Is the Choice Scholarship Program Legal? The answer is yes.

— from the Douglas County School District website (http://www.dcsdk12.org/portal/page/portal/DCSD)

Over the weekend, the Denver Post printed an editorial questioning the constitutional legitimacy of Douglas County School District’s Choice Scholarship Pilot Program.

The Douglas County School Board and the District’s administration believes strongly that the scholarship program is legal and plan to fight the challenges from the American Civil Liberties Union of Colorado, the American Civil Liberties Union, Americans United for Separation of Church and State, and Taxpayers for Public Education.

DCSD believes it is crucial to provide each and every student with the opportunity to find the educational niche that will help him or her learn best. The District embraces school choice by offering a wide variety of pathways to learning, including scholarships to private-partner schools that contract with and meet all DCSD conditions of eligibility, but also neighborhood schools, magnet, charter, online, home education and contract schools.

When DCSD created the Choice Scholarship Pilot Program it did so with great thought, extensive research and consideration. The District studied programs that have worked in other parts of the country, as well as here in Colorado.

Colorado Christian University v. Weaver
In 2008, the Colorado Supreme Court ruled that the state did not have an interest in discriminating against religious schools when providing student financial aid for higher education. The court ruled, despite Article 9, Section 7 of the Colorado Constitution, the financial aid could be used for any educational institution, regardless of any religious affiliation.

There are also several examples in which the United States Supreme Court has found scholarship programs, like Douglas County’s, constitutional:
Pell Grant
The federal government provides funding for students who need help paying for college. Students are allowed to apply this money to religious schools, such as Notre Dame, without violating the U.S. Constitution’s Establishment Clause of the First Amendment.
In 2002 the Supreme Court ruled that the Cleveland City School District did not violate the Establishment Clause, because the vouchers go directly to the parents, making it their choice as to how to direct the money. This breaks the link between government action and the aid of a religious institution.
The Supreme Court of Wisconsin ruled in 1998 that an expanded Milwaukee voucher program that would allow students to attend any religious or other private school, does not violate the Wisconsin or the U.S. Constitutions. That verdict was appealed to the U.S. Supreme Court, but on November 9, 1998 the justices of the Supreme Court announced they would not hear the appeal, allowing the verdict of the Wisconsin Supreme Court to stand.

Choice Scholarship Pilot Program
DCSD’s Choice Scholarship Pilot Program fits within the guidelines created by the Colorado and U.S. Supreme Court rulings.
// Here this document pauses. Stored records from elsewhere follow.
package packlist

import (
	"encoding/csv"
	"fmt"
	"io"
	"strconv"
	"strings"

	"sailby/report/clean"
	"sailby/tasks/hours"
	"sailby/tasks/origin"
)

// Day writes when an item is first needed: "2027-04-06 09:20" local to the site, "" where it is not
// known.
func (l *List) Day(m hours.Minute) string {
	if m == 0 || l.Zone == nil {
		return ""
	}
	return m.In(l.Zone).Format("2006-01-02 15:04")
}

var head = []string{"out", "group", "what", "amount", "mass kg", "first needed", "for", "job stops without it", "spare", "box", "vehicle", "house judgement", "back"}

// CSV writes the list as RFC 4180, one line for each item with columns to tick going out and
// coming back. Cells that a spreadsheet would take for a formula get a leading apostrophe.
func (l *List) CSV(w io.Writer) error {
	c := csv.NewWriter(w)
	c.UseCRLF = true
	if err := c.Write(head); err != nil {
		return err
	}
	for _, it := range l.Items {
		row := []string{"", string(it.Group), it.What, it.Amount, kilos(it.Mass), l.Day(it.Day), strings.Join(it.For, "; "),
			yes(it.Stops), it.Spare, it.Box, strings.Join(it.Where, "; "), yes(it.House), ""}
		for i := range row {
			row[i] = safe(clean.Line(row[i]))
		}
		if err := c.Write(row); err != nil {
			return err
		}
	}
	c.Flush()
	return c.Error()
}

func kilos(v float64) string {
	if v == 0 {
		return ""
	}
	return strconv.FormatFloat(v, 'f', 1, 64)
}

func yes(b bool) string {
	if b {
		return "yes"
	}
	return ""
}

func safe(s string) string {
	if s != "" && strings.ContainsRune("=+-@\t", rune(s[0])) {
		return "'" + s
	}
	return s
}

// Line writes what a vehicle's run comes to: "van, run 1: 840 kg of 890 kg".
func (v Vehicle) Line() string {
	s := fmt.Sprintf("%s, run %d: %s kg of %s kg", v.Name, v.Run, origin.Trim(v.Mass), origin.Trim(v.Payload))
	if v.Nose > 0 {
		s += fmt.Sprintf(", %s kg on the hitch", origin.Trim(v.Nose))
	}
	return s
}

// Line writes how a load is tied: "gate: 3 straps, sideways at sea governs (EN 12195-1:2010)".
func (s Straps) Line() string {
	if s.Count == 0 {
		return s.What + ": " + strings.Join(s.Notes, "; ")
	}
	return fmt.Sprintf("%s: %d straps over the top, %s governs (%s)", s.What, s.Count, s.Governs, s.Edition)
}
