package packlist

import (
	"cmp"
	"fmt"
	"math"
	"slices"

	"sailby/tasks"
	"sailby/tasks/hours"
	"sailby/tasks/lift"
	"sailby/tasks/origin"
)

// Vehicle is one run of one vehicle, with what is in it in the order of loading.
type Vehicle struct {
	Name    string
	Run     int
	Goods   []Stowed
	Mass    float64 // kg
	Payload float64 // kg left for goods
	Nose    float64 // kg on the hitch, trailers only
	Straps  []Straps
}

// Stowed is one thing in a vehicle: x runs from the headboard to the tail, y from the left.
type Stowed struct {
	What    string
	Mass    float64
	X, Y, Z float64 // mm
	Loose   bool    // without sizes: anywhere
}

// Straps says how a load is tied down.
type Straps struct {
	What    string
	Count   int
	Governs string
	Edition string // of EN 12195-1
	Notes   []string
}

// heavyGoods is the mass from which straps are counted, kg (house judgement).
const heavyGoods = 50

// vehicles finds what goes in which vehicle on which run, and flags what rules say of it.
func (m *maker) vehicles() {
	m.driving()
	m.bands()
	if len(m.job.Vehicles) == 0 {
		return
	}
	goods, from := m.goods()
	if len(goods) == 0 {
		return
	}
	var list []lift.Vehicle
	for _, v := range m.job.Vehicles {
		list = append(list, v.Vehicle)
	}
	p, err := lift.LoadVehicles(goods, list)
	if err != nil {
		m.list.OK, m.list.Reason = false, "no load plan: "+err.Error()
		return
	}
	m.list.OK, m.list.Reason, m.list.Nearest, m.list.Proved = p.OK, p.Reason, p.Nearest, p.Proved
	m.list.Notes = append(m.list.Notes, p.Warnings...)
	if !p.OK {
		m.inMoreRuns(goods, list)
		return
	}
	for _, breach := range lift.CheckLoads(goods, list, p.Trips) {
		m.list.OK = false
		m.list.Flags = append(m.list.Flags, "the load plan does not hold: "+breach)
	}
	m.list.Vehicles = m.stow(goods, p.Trips)
	for _, t := range p.Trips {
		v := m.job.Vehicles[t.Vehicle]
		where := v.Name
		if v.Trips > 1 {
			where = fmt.Sprintf("%s, run %d", v.Name, t.Number)
		}
		for _, s := range t.Stowed {
			from[s.Goods](where)
		}
	}
	m.carriage(goods, p.Trips)
	m.costOfRuns(goods, p.Trips)
}

// carriage flags what the rules of carriage say of each run.
func (m *maker) carriage(goods []lift.Goods, trips []lift.Trip) {
	for _, t := range trips {
		for _, f := range lift.Carriage(goods, t, m.job.Carriage) {
			m.flag(m.job.Vehicles[t.Vehicle].Name + ": " + f)
		}
	}
}

// stow writes runs of vehicles out, with the straps of what is heavy.
func (m *maker) stow(goods []lift.Goods, trips []lift.Trip) []Vehicle {
	var list []Vehicle
	for _, t := range trips {
		v := m.job.Vehicles[t.Vehicle]
		out := Vehicle{Name: v.Name, Run: t.Number, Mass: roundUp(t.Mass), Payload: math.Floor(t.Payload), Nose: t.Nose}
		for _, s := range t.Stowed {
			g := goods[s.Goods]
			out.Goods = append(out.Goods, Stowed{What: g.Name, Mass: g.Mass, X: s.X, Y: s.Y, Z: s.Z, Loose: s.Loose})
			if g.Mass >= heavyGoods && s.On < 0 {
				out.Straps = append(out.Straps, m.straps(g, v))
			}
		}
		list = append(list, out)
	}
	return list
}

func (m *maker) flag(s string) {
	if !slices.Contains(m.list.Flags, s) {
		m.list.Flags = append(m.list.Flags, s)
	}
}

// goods writes the list as things to stow: boxes, and what is loose. from marks where a thing went.
func (m *maker) goods() (goods []lift.Goods, from []func(where string)) {
	rank := m.ranks()
	m.over = map[string]float64{}
	boxed := map[string]int{}
	for i := range m.items {
		it := &m.items[i]
		mark := func(where string) {
			if !slices.Contains(it.Where, where) {
				it.Where = append(it.Where, where)
			}
		}
		if it.Box != "" {
			at, ok := boxed[it.Box]
			if !ok {
				at = len(goods)
				boxed[it.Box] = at
				b := m.job.Packing.Boxes[slices.IndexFunc(m.job.Packing.Boxes, func(b tasks.Box) bool { return b.Name == it.Box })]
				goods = append(goods, lift.Goods{Name: "box " + b.Name, Mass: max(b.Mass, 0.1), Length: b.Size[0], Width: b.Size[1], Height: b.Size[2], Needed: rank[it.Day], Stack: true})
				from = append(from, func(where string) {
					for k := range m.list.Boxes {
						if m.list.Boxes[k].Name == b.Name {
							m.list.Boxes[k].Where = where
						}
					}
				})
			}
			goods[at].Mass += it.Mass
			goods[at].Needed = min(goods[at].Needed, rank[it.Day])
			if it.stow.Class != "" && goods[at].Class == "" {
				goods[at].Class, goods[at].Amount = it.stow.Class, it.stow.Of
			}
			before := from[at]
			from[at] = func(where string) { before(where); mark(where) }
			continue
		}
		if it.Mass <= 0 {
			continue // not known, or nothing: in a corner
		}
		n := max(it.pieces, 1)
		for k := range n {
			name := it.What
			if n > 1 {
				name = fmt.Sprintf("%s %d", it.What, k+1)
			}
			s := it.stow
			goods = append(goods, lift.Goods{Name: name, Mass: it.Mass / float64(n), Length: s.Size[0], Width: s.Size[1], Height: s.Size[2],
				Needed: rank[it.Day], Stack: s.Stack, Class: s.Class, Amount: s.Of})
			m.over[name] = it.over
			from = append(from, mark)
		}
	}
	return goods, from
}

// ranks numbers the moments at which things are first needed, in order; what has no moment is
// needed last.
func (m *maker) ranks() map[hours.Minute]int {
	var days []hours.Minute
	for _, it := range m.items {
		if it.Day != 0 && !slices.Contains(days, it.Day) {
			days = append(days, it.Day)
		}
	}
	slices.SortFunc(days, func(a, b hours.Minute) int { return cmp.Compare(a, b) })
	m.days = days
	out := map[hours.Minute]int{0: len(days) + 1}
	for i, d := range days {
		out[d] = i + 1
	}
	return out
}

// straps counts the straps over one load: with the weight allowance of how an assembly's mass is known; what else is
// taken has its mass from its plate.
func (m *maker) straps(g lift.Goods, v *tasks.Vehicle) Straps {
	c := lift.Cargo{On: v.Bed, Old: v.Edition}
	if m.w.Trip != nil {
		c.Sea = m.w.Trip.Sea
	}
	res, err := lift.Secure(lift.Load{Name: g.Name, Mass: g.Mass, Allowance: max(1, m.over[g.Name]), Length: g.Length, Width: g.Width, Height: g.Height}, c, v.Lashing)
	if err != nil {
		return Straps{What: g.Name, Notes: []string{"straps not counted: " + err.Error()}}
	}
	return Straps{What: g.Name, Count: res.Straps, Governs: res.Governs, Edition: res.Edition, Notes: res.Warnings}
}

// bands finds the ferry's band for each vehicle, with its trailer.
func (m *maker) bands() {
	if m.w.Trip == nil || len(m.w.Trip.Bands) == 0 {
		return
	}
	for _, v := range m.job.Vehicles {
		if v.TowedBy != "" {
			continue
		}
		long, high, name := v.Long, v.High, v.Name
		for _, t := range m.job.Vehicles {
			if t.TowedBy == v.Name {
				long, high, name = long+t.Long, max(high, t.High), v.Name+" with "+t.Name
			}
		}
		if v.Long == 0 || v.High == 0 {
			m.flag(v.Name + ": its length and height over all are not known (keys `long` and `high`): no ferry band")
			continue
		}
		b, err := lift.BookingBand(m.w.Trip.Bands, long, high)
		if err != nil {
			m.flag(name + ": " + err.Error())
			continue
		}
		m.list.Notes = append(m.list.Notes, fmt.Sprintf("%s, %s m long and %s m high, books as %q", name, origin.Trim(long/1000), origin.Trim(high/1000), b.Name))
	}
}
Simply, the District is providing scholarships to families, not to the private schools that are partners in the program; the scholarships may go to any private-school which meets the District’s requirements, regardless of their religious affiliation; and the program is open to any student in Douglas County.
The District not only believes the program is legal, but most importantly: it is in the best interest of our students.
Douglas County School District is committed to providing factual information about its programs and will continue to work to correct any misinformation.